There have been some issues in terms of these ‘landmarks’, however. As each of these key locations is based on user-submitted data from Niantic’s previous title, Ingress, there has not been careful screening on some of these spaces. This has led to awkward scenarios, such as swarms of people looking for Pokémon in places of mourning, like cemeteries and even a Holocaust memorial museum. But, for the most part, PokéStops and gyms in Pokémon GO encourage a healthy exploration of community spaces.
Pokémon GO also encourages players to connect with businesses, particularly small businesses. Although there is word of an upcoming deal with McDonald’s, mostly Pokémon GO has offered a new stream of revenue for small businesses who were early to jump on the Pokémon GO bandwagon and are now profiting from their clever marketing.
Active marketing isn’t the only way to profit from Pokémon GO, as GameStop has discovered; since the app’s release, sales at GameStop stores positioned on PokéStops and gyms have gone up by 100%. With rumours that Pokémon GO is considering allowing businesses to add PokéStops to the game’s map for an ongoing fee, this game may become a money-making machine if used effectively.
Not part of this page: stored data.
import request from 'supertest';
import { describe, expect, it } from 'vitest';
import { Link } from '../../server/models';
import { buildUser, call, ids, SIGNED_OUT, signIn, useApi } from '../helpers/api';
import { buildLink, buildNeighbourhood, buildNode, buildOperatorWithHood, buildRadio, buildSite } from '../helpers/factories';

describe('links API', () => {
  const ctx = useApi();
  const admin = async () => signIn(ctx, await buildUser({ role: 'admin' }));
  const operatorWithHood = () => buildOperatorWithHood(ctx);

  describe('signed out', () => {
    it.each([
      ['lists', 'get', '/api/v1/links'],
      ['reads', 'get', '/api/v1/links/1'],
      ['creates', 'post', '/api/v1/links'],
      ['updates', 'patch', '/api/v1/links/1'],
      ['deletes', 'delete', '/api/v1/links/1'],
    ] as const)('a signed-out caller who %s links gets 401', async (_what, method, url) => {
      const res = await call(request(ctx.app), method, url, method === 'post' || method === 'patch' ? { radioAId: 1, radioBId: 2 } : undefined);
      expect(res.status).toBe(401);
      expect(res.body).toEqual({ error: SIGNED_OUT });
    });
  });

  describe('invalid input', () => {
    it('refuses a link from a radio to itself, at radioBId', async () => {
      const radio = await buildRadio();
      const res = await call(await admin(), 'post', '/api/v1/links', { radioAId: radio.id, radioBId: radio.id });
      expect(res.status).toBe(400);
      const message = 'radioBId must be a different radio from radioAId: a link joins two radios';
      expect(res.body.error).toEqual({ code: 'invalid_input', message: `The request body is invalid: ${message}.`, details: [{ path: 'radioBId', message }] });
      expect(await Link.count()).toBe(0);
    });

    it.each([
      [{ radioAId: 'a', radioBId: 2 }, 'radioAId', 'radioAId must be a number'],
      [{ radioAId: 1, radioBId: 2, status: 'broken' }, 'status', 'status must be one of planned, live'],
      [{ radioAId: 1, radioBId: 2, name: '' }, 'name', 'name must not be empty'],
    ])('creating %j answers 400 at %s', async (body, path, message) => {
      const res = await call(await admin(), 'post', '/api/v1/links', body);
      expect(res.status).toBe(400);
      expect(res.body.error).toEqual({ code: 'invalid_input', message: `The request body is invalid: ${message}.`, details: [{ path, message }] });
    });

    it('refuses an unknown status on update', async () => {
      const link = await buildLink();
      const res = await call(await admin(), 'patch', `/api/v1/links/${link.id}`, { status: 'up' });
      expect(res.status).toBe(400);
      expect(res.body.error.details).toEqual([{ path: 'status', message: 'status must be one of planned, live' }]);
    });

    it.each(['get', 'patch', 'delete'] as const)('answers 400 to %s with a non-numeric id in the path', async (method) => {
      const res = await call(await admin(), method, '/api/v1/links/ridge', method === 'patch' ? { status: 'live' } : undefined);
      expect(res.status).toBe(400);
      expect(res.body.error.details).toEqual([{ path: 'id', message: 'id must be a number' }]);
    });

    it.each([
      ['sort=distanceKm', 'Cannot sort by "distanceKm". Sort by one of: name, status, createdAt, id.'],
      ['pageSize=501', 'The query is invalid: pageSize must be at most 500.'],
      ['status=up', 'The query is invalid: status must be one of planned, live.'],
      ['nodeId=x', 'The query is invalid: nodeId must be a number.'],
    ])('refuses the list query %s with 400', async (query, message) => {
      const res = await (await admin()).get(`/api/v1/links?${query}`);
      expect(res.status).toBe(400);
      expect(res.body.error.message).toBe(message);
    });
  });

  describe('who may do what', () => {
    it('shows an operator the links touching their neighbourhood, including those crossing into another', async () => {
      const { hood, agent } = await operatorWithHood();
      const inside = await buildLink({ neighbourhoodId: hood.id });
      const outbound = await buildLink({ radioAId: (await buildRadio({ neighbourhoodId: hood.id })).id });
      const elsewhere = await buildLink();
      const list = await agent.get('/api/v1/links');
      expect(ids(list.body).sort()).toEqual([inside.id, outbound.id].sort());
      expect((await agent.get(`/api/v1/links/${outbound.id}`)).body.data.abilities).toEqual({ update: true, delete: true });
      for (const method of ['get', 'patch', 'delete'] as const) {
        const res = await call(agent, method, `/api/v1/links/${elsewhere.id}`, method === 'patch' ? { status: 'live' } : undefined);
        expect(res.status).toBe(404);
        expect(res.body.error).toEqual({ code: 'not_found', message: `Link ${elsewhere.id} was not found.` });
      }
    });

    it('hides links from hosts, even between radios on the site they host', async () => {
      const host = await buildUser({ role: 'host' });
      const site = await buildSite({ hostUserId: host.id });
      const [a, b] = [
        await buildRadio({ nodeId: (await buildNode({ siteId: site.id })).id }),
        await buildRadio({ nodeId: (await buildNode({ siteId: site.id })).id }),
      ];
      const link = await buildLink({ radioAId: a.id, radioBId: b.id });
      const agent = await signIn(ctx, host);
      expect((await agent.get(`/api/v1/links/${link.id}`)).status).toBe(404);
      expect((await agent.get('/api/v1/links')).body).toEqual({ data: [], pagination: { page: 1, pageSize: 50, total: 0 }, abilities: { create: false } });
      // They can read both radios, so adding a link between them is refused rather than hidden.
      await Link.destroy({ where: { id: link.id } });
      const add = await call(agent, 'post', '/api/v1/links', { radioAId: a.id, radioBId: b.id });
      expect(add.status).toBe(403);
      expect(add.body.error).toEqual({ code: 'forbidden', message: 'Only admins and the operators of one of its ends add this link.' });
    });

    it('answers 404 when an operator links to a radio they cannot see', async () => {
      const { hood, agent } = await operatorWithHood();
      const mine = await buildRadio({ neighbourhoodId: hood.id });
      const hidden = await buildRadio();
      const res = await call(agent, 'post', '/api/v1/links', { radioAId: mine.id, radioBId: hidden.id });
      expect(res.status).toBe(404);
      expect(res.body.error).toEqual({ code: 'not_found', message: `Radio ${hidden.id} was not found.` });
    });
  });

  describe('happy paths', () => {
    it('adds a link: 201 with both radios and the nodes they sit on', async () => {
      const { hood, agent } = await operatorWithHood();
      const [a, b] = [await buildRadio({ neighbourhoodId: hood.id }), await buildRadio({ neighbourhoodId: hood.id })];
      const res = await call(agent, 'post', '/api/v1/links', { name: 'Mill to Chapel', radioAId: a.id, radioBId: b.id });
      expect(res.status).toBe(201);
      expect(res.body).toEqual({
        data: {
          id: expect.any(Number),
          name: 'Mill to Chapel',
          radioAId: a.id,
          radioBId: b.id,
          nodeAId: a.nodeId,
          nodeBId: b.nodeId,
          status: 'planned',
          createdAt: expect.stringMatching(/Z$/),
          updatedAt: expect.stringMatching(/Z$/),
          abilities: { update: true, delete: true },
        },
      });
    });

    it('reads, goes live with 200, and is removed with 204', async () => {
      const link = await buildLink();
      const agent = await admin();
      const read = await agent.get(`/api/v1/links/${link.id}`);
      expect(read.status).toBe(200);
      expect(read.body.data).toMatchObject({ id: link.id, status: 'planned' });
      const live = await call(agent, 'patch', `/api/v1/links/${link.id}`, { status: 'live', name: 'Ridge hop' });
      expect(live.status).toBe(200);
      expect(live.body.data).toMatchObject({ status: 'live', name: 'Ridge hop', radioAId: link.radioAId });
      const gone = await call(agent, 'delete', `/api/v1/links/${link.id}`);
      expect(gone.status).toBe(204);
      expect(await Link.findByPk(link.id)).toBeNull();
    });

    it('refuses linking the same two radios twice, in either order (409)', async () => {
      const link = await buildLink();
      const agent = await admin();
      const res = await call(agent, 'post', '/api/v1/links', { radioAId: link.radioBId, radioBId: link.radioAId });
      expect(res.status).toBe(409);
      expect(res.body.error).toEqual({
        code: 'duplicate',
        message: `Radios ${link.radioBId} and ${link.radioAId} are already linked. Change that link instead of adding another.`,
      });
    });
  });

  describe('pagination, sorting and filters on the server', () => {
    it('pageSize=2&sort=-name gives the right two and a total of 3; status and node filter', async () => {
      const hood = await buildNeighbourhood();
      const hub = await buildRadio({ neighbourhoodId: hood.id });
      const made: Link[] = [];
      for (const name of ['Alpha hop', 'Bravo hop', 'Charlie hop']) {
        const link = await buildLink({ radioAId: hub.id, neighbourhoodId: hood.id });
        made.push(await link.update({ name }));
      }
      await made[1].update({ status: 'live' });
      await buildLink();
      const agent = await admin();
      const page = await agent.get(`/api/v1/links?nodeId=${hub.nodeId}&pageSize=2&sort=-name`);
      expect(ids(page.body)).toEqual([made[2].id, made[1].id]);
      expect(page.body.pagination).toEqual({ page: 1, pageSize: 2, total: 3 });
      expect(ids((await agent.get(`/api/v1/links?nodeId=${hub.nodeId}&status=live`)).body)).toEqual([made[1].id]);
      expect(ids((await agent.get(`/api/v1/links?q=charlie`)).body)).toEqual([made[2].id]);
    });
  });
});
But it’s not all about profit. Take Thomas Larkin, who has helped the children of Jessica Hawkins (who both suffer from seizure disorders) to play Pokémon GO without asking for anything in return. Pokémon GO has been used positively at a number of hospitals to help keep patients—particularly children—mobile (and social). There are ways that you can help sick children too, with some institutions encouraging generous players to put lure modules on nearby PokéStops to encourage Pokémon to visit the children staying there. However, if you are interested in doing something like this, it’s worth checking for permission first; some hospitals would prefer you didn’t place lure modules near them, as they can make children feel excluded if they are out of reach.
Another way that you can become more connected with your community using Pokémon GO is by offering to walk dogs at a nearby animal shelter. With players taking long walks to hatch their Pokémon eggs or catch rare and elusive varieties, the Muncie Animal Shelter started a trend by asking users to come to the front desk as ask for the ‘Pokémon dogs’ if they wanted to have a friendly companion during their outings. This cute advertisement became one of the many viral sensations that Pokémon GO has experienced so far during its short life.
What does exercise, going outside, socialising, and community engagement all have in common? They can all drastically improve mental wellbeing. Pokémon GO was released only two weeks ago, and in that time, people have been reporting dramatic improvements to their mental health. I have personally noticed a decrease in my own stress and anxiety, presumably due to spending more time outside and moving around, as well as taking more frequent short breaks from work (which has also led to better output). More exercise has also helped me sleep better, making me more alert and active. It’s a positive cycle.
Pokémon GO brings with it a multitude of exciting outcomes, some of which I was expecting and that I believe Niantic considered when designing the game, and some of which have taken me (and possibly them) by surprise. It’s amazing the way communities can form so quickly, and even more amazing to see the beautiful ways people can use technology to make the world a better place. Though Pokémon GO likely won’t be this popular forever and the world’s enthusiasm for the app will fade, the potential for serious games that this endeavour has spotlighted is magical.